Cimlanod

Legal status
- Legal status: Investigational;

Identifiers
- IUPAC name N-Hydroxy-5-methylfuran-2-sulfonamide;
- CAS Number: 1620330-72-4;
- PubChem CID: 76685198;
- DrugBank: DB14983;
- ChemSpider: 68007456;
- UNII: 2US4FK1EPV;
- KEGG: D11407;
- ChEMBL: ChEMBL4297915;
- CompTox Dashboard (EPA): DTXSID801288087 ;

Chemical and physical data
- Formula: C_{5}H_{7}NO_{4}S
- Molar mass: 177.17 g·mol^{−1}
- 3D model (JSmol): Interactive image;
- SMILES CC1=CC=C(O1)S(=O)(=O)NO;
- InChI InChI=1S/C5H7NO4S/c1-4-2-3-5(10-4)11(8,9)6-7/h2-3,6-7H,1H3; Key:LIXKIXWSKOENAB-UHFFFAOYSA-N;

= Cimlanod =

Chemical compound

Cimlanod (development codes CXL-1427 and BMS-986231) is an experimental drug for the treatment of acute decompensated heart failure.
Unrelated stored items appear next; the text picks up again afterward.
"""Words at lines and below panels: names at the ends of lines, keys, and names that can be drawn."""

from collections.abc import Sequence
from functools import cache

import numpy as np
from matplotlib.artist import Artist
from matplotlib.axes import Axes
from matplotlib.collections import PolyCollection
from matplotlib.figure import Figure
from matplotlib.font_manager import findfont, get_font
from matplotlib.ft2font import FT2Font
from matplotlib.lines import Line2D
from matplotlib.patches import Rectangle

from stdfit.base.arrays import FloatArray
from stdfit.writing.pictures.frame import SMALL, WIDTH, size_of
from stdfit.writing.pictures.palette import PALETTE

LONGEST = 18
"""Characters of a name that are drawn."""

BESIDE, MOVED = 0.1, 0.35
"""Inches from the end of a line to its label; a label moved by more than this part of its height has a leader."""

ROW, SAMPLE, GAP = 13.0, 15.0, 11.0
"""Points: height of a row of a key, width of its samples, room between entries."""


def key_below(figure: Figure, handles: Sequence[Artist], labels: Sequence[str]) -> list[Artist]:
    """Write below the panels what lines, points and areas mean; the figure grows by the rows that this takes."""
    rows: list[list[tuple[Artist, str, float]]] = [[]]
    place = 0.0
    for handle, label in zip(handles, labels, strict=True):
        length = SAMPLE + 4.0 + width_of(label)
        if rows[-1] and place + length > 72.0 * WIDTH - 6.0:
            rows.append([])
            place = 0.0
        rows[-1].append((handle, label, place))
        place += length + GAP
    old = 72.0 * figure.get_figheight()
    more = ROW * len(rows) + 5.0
    _grow(figure, more)
    wide, high = 72.0 * WIDTH, old + more
    drawn: list[Artist] = []
    for k, row in enumerate(rows):
        middle = more - 5.0 - ROW * (k + 0.5)
        for handle, label, start in row:
            drawn += _sample(figure, handle, (start + 3.0, middle), (wide, high))
            drawn.append(
                figure.text(
                    *((start + SAMPLE + 7.0) / wide, middle / high, label),
                    fontsize=SMALL,
                    color=PALETTE["ink"],
                    va="center_baseline",
                )
            )
    return drawn


def _grow(figure: Figure, points: float) -> None:
    """Give a figure more room at its lower end; panels keep their sizes."""
    old = float(figure.get_figheight())
    new = old + points / 72.0
    boxes = [(axes, axes.get_position()) for axes in figure.axes]
    figure.set_size_inches(figure.get_figwidth(), new)
    for axes, box in boxes:
        axes.set_position((box.x0, (box.y0 * old + new - old) / new, box.width, box.height * old / new))


def _sample(
    figure: Figure, handle: Artist, at: tuple[float, float], size: tuple[float, float]
) -> list[Artist]:
    """Draw what a line, points or an area look like."""
    (x, y), (wide, high) = at, size
    if isinstance(handle, PolyCollection):
        area = Rectangle(
            *((x / wide, (y - 3.5) / high), SAMPLE / wide, 7.0 / high),
            facecolor=handle.get_facecolor()[0],
            edgecolor="none",
            transform=figure.transFigure,
        )
        return [figure.add_artist(area)]
    assert isinstance(handle, Line2D)  # nothing else is drawn
    if handle.get_marker() not in ("None", "", None):
        ends = [x + 0.5 * SAMPLE]
    elif np.isnan(np.asarray(handle.get_ydata(), dtype=float)).any():  # points, as short strokes
        reach = 0.03 if handle.get_solid_capstyle() == "round" else 1.0
        ends = [x + part * SAMPLE + shift for part in (0.15, 0.5, 0.85) for shift in (-reach, reach, np.nan)]
    else:
        ends = [x, x + SAMPLE]
    line = Line2D([one / wide for one in ends], [y / high] * len(ends), transform=figure.transFigure)
    line.update_from(handle)
    line.set_transform(figure.transFigure)
    line.set_clip_on(False)
    return [figure.add_artist(line)]


def at_the_end(
    axes: Axes, ends: Sequence[float], labels: Sequence[str], colours: Sequence[str]
) -> list[Artist]:
    """Write labels at the right of lines, at the heights where these end, pushed apart where they would touch.

    Parameters
    ----------
    axes : Axes
    ends : sequence of float
        Heights in parts of the panel.
    labels, colours : sequences of str
    """
    width, height = size_of(axes)
    rows = max(label.count("\n") + 1 for label in labels)
    shown = np.clip(ends, 0.0, 1.0)
    gap = (1.3 * rows + 0.15) * SMALL / 72.0 / height
    places = pushed_apart(shown, gap)
    right = 1.0 + BESIDE / width
    leaders: list[Artist] = []
    for end, place, colour in zip(shown, places, colours, strict=True):
        if abs(place - end) > MOVED * gap:  # a label that was pushed away is led back to its line
            leaders += axes.plot(
                *([1.0, 1.0 + 0.75 * BESIDE / width], [end, place]),
                transform=axes.transAxes,
                color=PALETTE[colour],
                linewidth=0.6,
                clip_on=False,
            )
    return [
        *leaders,
        *(
            axes.text(
                *(right, place, label),
                transform=axes.transAxes,
                color=PALETTE[colour],
                fontsize=SMALL,
                va="center",
                ha="left",
            )
            for place, label, colour in zip(places, labels, colours, strict=True)
        ),
    ]


def pushed_apart(wanted: FloatArray | Sequence[float], gap: float) -> FloatArray:
    """Return heights near the wanted ones, in their order and at least `gap` apart, within 0 … 1 where there is room.

    Examples
    --------
    >>> pushed_apart([0.5, 0.5, 0.0], 0.1).round(2).tolist()
    [0.45, 0.55, 0.0]
    """
    wanted = np.asarray(wanted, dtype=float)
    order = np.argsort(wanted, kind="stable")
    groups: list[tuple[float, int]] = []
    for value in wanted[order]:
        middle, count = float(value), 1
        while groups and middle - groups[-1][0] < 0.5 * gap * (count + groups[-1][1]) - 1e-12:
            other, more = groups.pop()
            middle, count = (other * more + middle * count) / (more + count), more + count
            half = 0.5 * gap * (count - 1)
            middle = float(np.clip(middle, half, max(half, 1.0 - half)))
        groups.append((middle, count))
    placed = [middle + gap * (k - 0.5 * (count - 1)) for middle, count in groups for k in range(count)]
    result = np.empty(wanted.size)
    result[order] = placed
    return result


def drawable(name: str, instead: str) -> str:
    """Return a name as it can be drawn: cut where it is long, replaced where letters of it would be boxes."""
    known = _letters()
    if not name.strip() or any(ord(letter) not in known for letter in name):
        return instead
    return name if len(name) <= LONGEST else f"{name[: LONGEST - 1]}…"


def width_of(text: str) -> float:
    """Return the width of a label in points."""
    return float(sum(_advance(letter) for letter in text)) * SMALL


@cache
def _font() -> FT2Font:
    return get_font(findfont("DejaVu Sans"))


@cache
def _letters() -> frozenset[int]:
    return frozenset(_font().get_charmap())


@cache
def _advance(letter: str) -> float:
    """Return the width of a letter in parts of the font's size."""
    font = _font()
    font.set_size(72.0, 72.0)
    return float(font.load_char(ord(letter)).linearHoriAdvance) / 65536.0 / 72.0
It was discovered by Cardioxyl Pharmaceuticals, which was acquired by Bristol-Myers Squibb. It is a precursor of nitroxyl.

Cimlanod is a prodrug of CXL-1020.

A preliminary study showed efficacy in patients with class III and IV heart failure. A phase II clinical trial was completed in 2016.